# need help figuring out what is going on



## jessi (Feb 11, 2009)

first a little background for those who don't know.
found out my husband had an affair 3 weeks ago, he says he has feelings for the other woman and doesn't know how he feels about me.(marriage was rocky but never dreamed he was capable of an affair)
he now says he needs a month to think things out and really figure out what and who he wants. 
he is questioning things about the OW and if his feelings for her are real or just infatuation.
he has been married to me for 22 years, involved with the other woman for 5 months, he is 54 she is 10 years younger, he is a lawyer and she is one of the girls in his office, she is also married. 
I think he is embarrassed about what has happened and I think he is now questioning a lot of his decisions.
I think he still wants to separate but he is not eager to move quickly, he says lets just see where we are at in a month.
what does that mean, he just told me yesterday he has feelings for the other woman.
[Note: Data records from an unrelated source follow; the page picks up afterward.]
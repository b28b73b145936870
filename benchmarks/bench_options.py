"""``unmix`` options that give every spectrum its own design, batched against the old loops.

Same invented problem as ``bench_nnls.py`` (300 wavelengths, 400-700 nm, 5 components,
~30 % absent, noise 0.003 AU; the spectra carry no wavelength shift, so the shift search
does its full work to find δ ≈ 0). Timed in this one process, for N = 1000 and 10000:

1. ``unmix(..., weights="noise", noise="diode_array")``: the two-pass weighted fit, whose
   second pass solves each spectrum with its rows scaled by √w
   (:mod:`mixsolve.solve.per_spectrum`, all spectra at once);
2. ``unmix(..., fit_shift=True, window=(400, 700))`` with the library on 380-720 nm
   (every 0.5 nm; same bands), so that ±3 nm stays inside it: coarse grid shared by all
   spectra, then Brent's search vectorised over spectra.

Each against the old per-spectrum code (kept below, in this file only: one group per
spectrum for the weights, ``scipy.optimize.minimize_scalar`` per spectrum for the shift),
plugged into the same ``unmix`` call, timed on the first ``--old-sample`` spectra and
extrapolated linearly to N (stated in the output). New times are the best of
``--repeat`` runs. ``max |dc|``: the largest change of a concentration between old and new
code on those spectra, relative to the largest concentration.

Run: ``python benchmarks/bench_options.py [--sizes 1000,10000]``. Never a test.
"""

from __future__ import annotations

import argparse
import contextlib
import os
import time
import warnings
from collections.abc import Callable, Iterator
from typing import Any

import numpy as np
import xarray as xr
from bench_nnls import CENTRES_NM, blas_report, design, spectra
from bench_unmix import labelled, library
from scipy.optimize import minimize_scalar

import mixsolve as ms
import mixsolve.solve.block as unmix_block
from mixsolve.flags import DEPENDENT, MISSING, NO_DOF, TOO_FEW
from mixsolve.solve.cls import Fit, _fit, _full_rank, _inverse_diag, fit_spectra
from mixsolve.solve.design import design_matrix
from mixsolve.solve.residuals import ResidualSummary, empty_summary, put, summarise

NOISE = "diode_array"
WIDE_NM = np.arange(380.0, 720.01, 0.5)


def wide_library() -> xr.Dataset:
    """The bands of ``bench_nnls.design()`` on 380-720 nm every 0.5 nm (L g⁻¹ cm⁻¹)."""
    k = np.stack([50.0 * np.exp(-0.5 * ((WIDE_NM - c) / 32.0) ** 2) for c in CENTRES_NM])
    da = xr.DataArray(k, dims=("component", "wavelength"),
                      coords={"component": [f"c{i}" for i in range(k.shape[0])],
                              "wavelength": WIDE_NM})
    return ms.import_absorptivities(da, "L/(g*cm)", source="invented benchmark bands")


# --- the old per-spectrum code (as it was before the batched versions) -------------------------

# (the rank test, the one-design solve and the (DᵀD)⁻¹ diagonal are still those of
# mixsolve.solve.cls)

def old_weighted_fit(spectra: np.ndarray, design: np.ndarray, n_components: int,
                     method: str, weights: np.ndarray) -> Fit:
    """The old weighted branch of ``fit_spectra``: one group per spectrum, rows × √w."""
    flat = spectra.reshape(-1, spectra.shape[-1])
    n_spec, n_terms = flat.shape[0], design.shape[1]
    w = np.broadcast_to(weights, spectra.shape).reshape(flat.shape)
    values = np.where(np.isfinite(w) & (w > 0), flat, np.nan)
    present = ~np.isnan(values)
    root_w = np.sqrt(np.where(present, w, 0.0))
    coef = np.full((n_spec, n_terms), np.nan)
    std_error = np.full((n_spec, n_terms), np.nan)
    dof = np.zeros(n_spec, dtype=np.int64)
    status = np.zeros(n_spec, dtype=np.int64)
    summary = empty_summary(n_spec)
    for i in range(n_spec):
        mask, rows = present[i], np.array([i])
        if not mask.all():
            status[rows] |= MISSING
        n_used = int(mask.sum())
        sub = design[mask]
        if n_used < n_terms:
            status[rows] |= TOO_FEW
            continue
        if not _full_rank(sub):
            status[rows] |= DEPENDENT
            continue
        scale = root_w[i, mask]
        sub = sub * scale[:, None]
        vals = values[np.ix_(rows, np.flatnonzero(mask))] * scale
        coef[rows] = _fit(sub, vals, n_components, method)
        put(summary, rows, summarise(values[rows], values[rows] - coef[rows] @ design.T))
        rss = np.sum((vals - coef[rows] @ sub.T) ** 2, axis=1)
        dof[rows] = n_used - n_terms
        if n_used > n_terms:
            std_error[rows] = np.sqrt(rss / (n_used - n_terms))[:, None] * \
                np.sqrt(_inverse_diag(sub))
        else:
            status[rows] |= NO_DOF
    return Fit(coef, std_error, dof, status, ResidualSummary(*summary))


def fit_one(row: np.ndarray, d: np.ndarray, n: int, method: Any) -> tuple[np.ndarray, ...]:
    """coef, std_error, fitted, dof, status of ``row`` (1, m) against one design."""
    fit = fit_spectra(row, d, n, method)
    return fit.coef, fit.std_error, fit.coef @ d.T, fit.dof, fit.status


def old_fit_with_shift(spectra: np.ndarray, eps: np.ndarray, grid_nm: np.ndarray,
                       wavelengths_nm: np.ndarray, baseline: Any, method: Any,
                       max_shift_nm: float) -> tuple[np.ndarray, ...]:
    """The old ``fit_with_shift``: minimize_scalar (bounded, xatol 1e-4) per spectrum."""
    def shifted(delta: float) -> np.ndarray:
        k = np.stack([np.interp(wavelengths_nm + delta, grid_nm, row) for row in eps], axis=1)
        return design_matrix(k, wavelengths_nm, baseline)

    n = eps.shape[0]
    slope = np.gradient(eps, grid_nm, axis=1)
    outs: list[list[np.ndarray]] = [[] for _ in range(7)]
    for a in spectra.reshape(-1, spectra.shape[-1]):
        row = a[None, :]

        def rss(delta: float, row: np.ndarray = row) -> float:
            fitted = fit_one(row, shifted(delta), n, method)[2]
            value = float(np.nansum((row - fitted) ** 2))
            return value if np.isfinite(value) else np.inf

        delta = float(minimize_scalar(rss, bounds=(-max_shift_nm, max_shift_nm),
                                      method="bounded", options={"xatol": 1e-4}).x)
        d = shifted(delta)
        coef, se, fitted, dof, status = fit_one(row, d, n, method)
        mask = np.isfinite(a)
        dof_s = int(dof[0]) - 1
        jac = np.stack([np.interp(wavelengths_nm + delta, grid_nm, s) for s in slope],
                       axis=1) @ np.nan_to_num(coef[0, :n])
        u_delta = np.nan
        if dof_s > 0 and not status[0] & ~NO_DOF & ~MISSING:
            full = np.hstack([d[mask], jac[mask, None]])
            s2 = np.sum((a[mask] - fitted[0, mask]) ** 2) / dof_s
            norms = np.linalg.norm(full, axis=0)
            norms[norms == 0] = 1.0
            try:
                cov = np.linalg.inv((full / norms).T @ (full / norms)) / np.outer(norms, norms)
                sd = np.sqrt(np.clip(np.diag(cov) * s2, 0, None))
                se, u_delta = sd[None, :-1], float(sd[-1])
            except np.linalg.LinAlgError:
                se = np.full_like(se, np.nan)
        else:
            se = np.full_like(se, np.nan)
            if dof_s <= 0:
                status = status | NO_DOF
        for store, value in zip(outs, (coef[0], se[0], fitted[0], np.array(max(dof_s, 0)),
                                       status[0], np.array(delta), np.array(u_delta)),
                                strict=True):
            store.append(np.asarray(value))
    lead = spectra.shape[:-1]
    coef, se, fitted, dof, status, shift, u_shift = (np.stack(o) for o in outs)
    return (coef.reshape(*lead, -1), se.reshape(*lead, -1), fitted.reshape(*lead, -1),
            dof.reshape(lead).astype(np.int64), status.reshape(lead).astype(np.int64),
            shift.reshape(lead), u_shift.reshape(lead))


@contextlib.contextmanager
def old_code() -> Iterator[None]:
    """Plug the old per-spectrum code into ``unmix`` for the duration."""
    def fit(spectra: np.ndarray, design: np.ndarray, n: int, method: Any,
            weights: np.ndarray | None = None, **kwargs: Any) -> Fit:
        if weights is None:
            return fit_spectra(spectra, design, n, method, **kwargs)
        return old_weighted_fit(spectra, design, n, method, weights)

    saved = unmix_block.fit_spectra, unmix_block.fit_with_shift
    unmix_block.fit_spectra, unmix_block.fit_with_shift = fit, old_fit_with_shift
    try:
        yield
    finally:
        unmix_block.fit_spectra, unmix_block.fit_with_shift = saved


# --- timing --------------------------------------------------------------------------------------

def best_of(repeat: int, func: Callable[[], object]) -> float:
    """Fastest wall time (s) of ``repeat`` calls."""
    times = []
    for _ in range(repeat):
        start = time.perf_counter()
        func()
        times.append(time.perf_counter() - start)
    return min(times)


def compare(name: str, run: Callable[[xr.DataArray], xr.Dataset], a: np.ndarray,
            sample: int, repeat: int) -> None:
    """One line: new time on all spectra, old time on ``sample`` extrapolated, ratio."""
    n = a.shape[0]
    sp = labelled(a)
    new = best_of(repeat, lambda: run(sp))
    part = labelled(a[:min(sample, n)])
    with old_code():
        start = time.perf_counter()
        before = run(part)
        old = (time.perf_counter() - start) * n / part.sizes["sample"]
    conc = before["concentration"].values
    change = np.nanmax(np.abs(run(part)["concentration"].values - conc)) / np.nanmax(conc)
    note = "" if part.sizes["sample"] == n else \
        f"  (old timed on {part.sizes['sample']}, x{n / part.sizes['sample']:g})"
    print(f"{name:<15} {n:>6} {new:>9.3f} {old:>10.2f} {old / new:>8.1f} {change:>9.1e}{note}")


def main() -> None:
    parser = argparse.ArgumentParser(description=__doc__.splitlines()[0])
    parser.add_argument("--sizes", default="1000,10000")
    parser.add_argument("--repeat", type=int, default=2)
    parser.add_argument("--old-sample", type=int, default=200)
    args = parser.parse_args()
    warnings.simplefilter("ignore")
    k = design()
    lib, wide = library(k), wide_library()

    def weighted(sp: xr.DataArray) -> xr.Dataset:
        return ms.unmix(sp, lib, weights="noise", noise=NOISE)

    def shifted(sp: xr.DataArray) -> xr.Dataset:
        return ms.unmix(sp, wide, window=(400, 700), fit_shift=True)

    warm = spectra(100, k)
    weighted(labelled(warm))
    shifted(labelled(warm))
    print(f"BLAS: {blas_report()}")
    print(f"load average before: {' '.join(f'{v:.2f}' for v in os.getloadavg())}")
    print(f"300 wavelengths x 5 components; noise model {NOISE!r}; shift bound ±3 nm")
    print(f"{'option':<15} {'N':>6} {'new s':>9} {'old s':>10} {'old/new':>8} "
          f"{'max |dc|':>9}")
    for n in (int(s) for s in args.sizes.split(",")):
        a = spectra(n, k)
        compare('weights="noise"', weighted, a, args.old_sample, args.repeat)
        compare("fit_shift", shifted, a, args.old_sample, args.repeat)
    print(f"load average after: {' '.join(f'{v:.2f}' for v in os.getloadavg())}")


if __name__ == "__main__":
    main()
So I say to him you aren't in love with me, you have feelings for her, the facts. I say go find out where that leads you, I do still love him and have asked if there was a posibility for us to work on things, not even sure how I would forgive this. He says he doesn't know, any time we talk he crys the whole time. I don't know if he now has made promises to the other woman and feels like he would be letting her down. I'm not really sure what he is crying about, he hasn't told his family yet. I think he knows his family, our friends wouldn't understand how he could do this and give up his whole life for a woman he barely knows, she is the total opposite of me, i'm attractive and have always conducted myself in a respectful manner, I like to have fun and I have a lot of interests and have always been devoted to him and our family, we have spent a lot of time together as a family with lots of good memories.
she on the other hand, drinks a lot, is loud and has always spoken badly about her husband in public places, I've watched her myself, my husband found out she lied to him about not sleeping with her husband while she was having an affair with him and is a little pissed at her, was he really expecting her to be honest, i think she set her sights on my husband, like I say he is a successful man and I truly believe she manipulated him with sex. He told me they have never had lay down sex, sex only in the car....sounds romantic doesn't it, pisses me off when I think I might be getting dumped for a b*** job. 
He is crying all the time, giving me what I want financially, it's almost like he feels bad for his behavior but won't actuall admit that. what do you guys think ......I'm actually starting to feel sorry for him


----------



## iwillsurvive (Mar 4, 2009)

Ugh. I am so sorry for what you are going through. Just reading what you wrote brought back my own experience. 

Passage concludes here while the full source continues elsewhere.